JRC - Sim. Admito também que me ajudou muito ter conhecido um cidadão chamado Faustino Dias Lima, que é de Paripiranga, que foi secretário de Finanças de Prefeitura da Feira nos anos 60, que foi deputado estadual e foi presidente da Assembleia Legislativa da Bahia. Ele foi meu padrinho político, não é! Eu acho que essa pessoa ajudou muito a minha vida. De modo que eu entendo que tudo isso me ajudou a conhecer gente, a abrir portas e a me formar na política. (Faustino Dias Lima terminou a carreira pública como conselheiro do Tribunal de Contas do Estado da Bahia e faleceu no dia 8 de fevereiro deste ano, aos 91 anos. Era uma figura de ótimo relacionamento com a imprensa - o autor desta Entrevista, como editor de Política do Jornal Feira Hoje, recebia muitos afagos noticiosos dele em forma off no começo dos anos 80).
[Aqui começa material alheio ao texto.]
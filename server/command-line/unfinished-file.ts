import { randomBytes } from "node:crypto";
import { createReadStream, createWriteStream, type WriteStream } from "node:fs";
import { mkdtemp, rename, rm } from "node:fs/promises";
import { tmpdir } from "node:os";
import { basename, dirname, join, resolve } from "node:path";
import type { Writable } from "node:stream";
import { pipeline } from "node:stream/promises";
import { unprocessable } from "../errors.ts";
import { systemWords } from "./trouble.ts";

/** Rows gather here until all of them are there; then the header, which counts them, goes before them. */
export interface Draft {
  readonly rows: WriteStream;
  /** Puts the whole file in its place at once. */
  finish(header: string): Promise<void>;
  /** Removes what is left; harmless after the end. */
  discard(): Promise<void>;
}

const failed = (path: string, error: unknown): unknown => {
  const isFolderMissing = error instanceof Error && "code" in error && error.code === "ENOENT";
  const why = isFolderMissing ? "its folder does not exist" : systemWords(error);
  return why === undefined
    ? error
    : unprocessable("not-written", `The file ${path} cannot be written: ${why}.`, {
        hint: "Name another place with --out.",
        cause: error,
      });
};

const ended = (stream: WriteStream): Promise<void> =>
  new Promise((done, fail) => {
    stream.once("error", fail);
    stream.end(() => done());
  });

const sendRows = async (path: string, to: Writable, end: boolean): Promise<void> =>
  pipeline(createReadStream(path), to, { end });

const draftBesides = (path: string): Draft => {
  const stem = join(dirname(path), `.${basename(path)}.${randomBytes(6).toString("hex")}`);
  const [body, whole] = [`${stem}.rows`, `${stem}.part`];
  const rows = createWriteStream(body, { flags: "wx" });
  return {
    rows,
    async finish(header) {
      try {
        await ended(rows);
        const file = createWriteStream(whole, { flags: "wx" });
        file.write(header);
        await sendRows(body, file, true);
        await rename(whole, path);
      } catch (error) {
        throw failed(path, error);
      }
    },
    async discard() {
      rows.destroy();
      await rm(body, { force: true });
      await rm(whole, { force: true });
    },
  };
};

const draftForStream = async (out: Writable): Promise<Draft> => {
  const folder = await mkdtemp(join(tmpdir(), "shortlight-"));
  const body = join(folder, "rows");
  const rows = createWriteStream(body);
  return {
    rows,
    async finish(header) {
      await ended(rows);
      out.write(header);
      await sendRows(body, out, false);
    },
    async discard() {
      rows.destroy();
      await rm(folder, { recursive: true, force: true });
    },
  };
};

/** Nothing shows at `name`, or on the stream where no file is named, before it is complete. */
export const beginFile = async (folder: string, name: string | undefined, out: Writable): Promise<Draft> => {
  if (name === undefined) return draftForStream(out);
  const path = resolve(folder, name);
  const draft = draftBesides(path);
  return new Promise((done, fail) => {
    draft.rows.once("open", () => done(draft));
    draft.rows.once("error", (error) => fail(failed(path, error)));
  });
};
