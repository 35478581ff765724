import type { Finding } from "#shared/api/extracts.ts";
import { findMeaning, KEPT } from "#shared/catalogue/header-spellings.ts";
import { readHeader } from "../read-header.ts";
import { contradicts } from "../ucd.ts";
import { accept, ask, isAccepted, quoted, stop } from "./finding.ts";
import type { Look } from "./look.ts";

/** A column of the plan that the file or the catalogue does not have: nothing more can be said then. */
export const unknownMeanings = ({ plan, sample }: Pick<Look, "plan" | "sample">): Finding[] => {
  const unknown = plan.columns.filter(
    (c) => c.means !== KEPT && (!findMeaning(c.means) || c.index >= sample.header.length),
  );
  if (unknown.length === 0) return [];
  return [
    stop(
      "unknown-meaning",
      `${quoted(unknown.map((c) => c.header))}: the catalogue has no such quantity, or the file no such column.`,
      "Choose a quantity from the list.",
      { column: unknown[0]?.header ?? null, count: unknown.length },
    ),
  ];
};

const givenTwice = ({ used }: Look): Finding[] =>
  [...new Set(used.map((u) => u.card.means))].flatMap((key) => {
    const cards = used.filter((u) => u.card.means === key).map((u) => u.card);
    if (cards.length < 2) return [];
    return [
      stop(
        "meaning-twice",
        `${quoted(cards.map((c) => c.header))} are both said to give ${findMeaning(key)?.label}.`,
        "Let one of them give it and keep the others unused.",
        { column: cards[1]?.header ?? null, count: cards.length },
      ),
    ];
  });

const IDENTITY = ["source_id", "designation", "release"];

const nothingUsable = ({ used }: Look): Finding[] => {
  const means = new Set(used.map((u) => u.card.means));
  if (means.has("ra") !== means.has("dec"))
    return [
      stop(
        "half-a-position",
        "A position needs both RA and Dec, and only one of them is named.",
        "Say which column gives the other, or use neither.",
      ),
    ];
  const isNamed = means.has("source_id") || means.has("designation");
  const hasMore = [...means].some((key) => !IDENTITY.includes(key));
  if (means.has("ra") || (isNamed && hasMore)) return [];
  return [
    stop(
      "nothing-usable",
      "No columns were found that place or name a star: RA and Dec, or an identifier and at least one quantity.",
      "Say below which columns give them, or bring another file.",
    ),
  ];
};

/** Columns left unused because their UCD speaks against their name, where nothing else gives the quantity. */
const doubtful = ({ plan, sample, used }: Look): Finding[] => {
  const means = new Set(used.map((u) => u.card.means));
  return plan.columns.flatMap(({ header, index, means: chosen }) => {
    const column = sample.columns[index]?.column;
    const key = readHeader(header).key;
    if (chosen !== KEPT || !column || key === undefined || means.has(key)) return [];
    if (!contradicts(column.ucd, key) || isAccepted(plan, "meaning-doubtful", header)) return [];
    const label = findMeaning(key)?.label ?? key;
    return [
      ask(
        "meaning-doubtful",
        `“${header}” is spelled like ${label}, and its UCD, ${column.ucd}, says something else.`,
        `Say whether it gives ${label} or is to be left unused.`,
        {
          column: header,
          answers: [{ value: `means:${key}`, label: `It gives ${label}` }, accept("Leave it unused")],
        },
      ),
    ];
  });
};

/** What the columns are said to mean, taken together. */
export const meaningFindings = (look: Look): Finding[] => [
  ...givenTwice(look),
  ...nothingUsable(look),
  ...doubtful(look),
];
JLPolítica - O senhor ficaria triste se um dos seus três filhos optasse pela política também?
JRC - Não, jamais. Eles tiveram e têm liberdade de tomar as decisões que acharem que devem tomar. Tenho três filhos e todos optaram pela carreira que quiseram. O Fábio é médico e Camila e Natália são advogadas.

JLPolítica - O senhor se arrepende de ter seguido a política? Faria tudo de novo ou não?
JRC - Não me arrependo e faria tudo novamente, se possível fosse.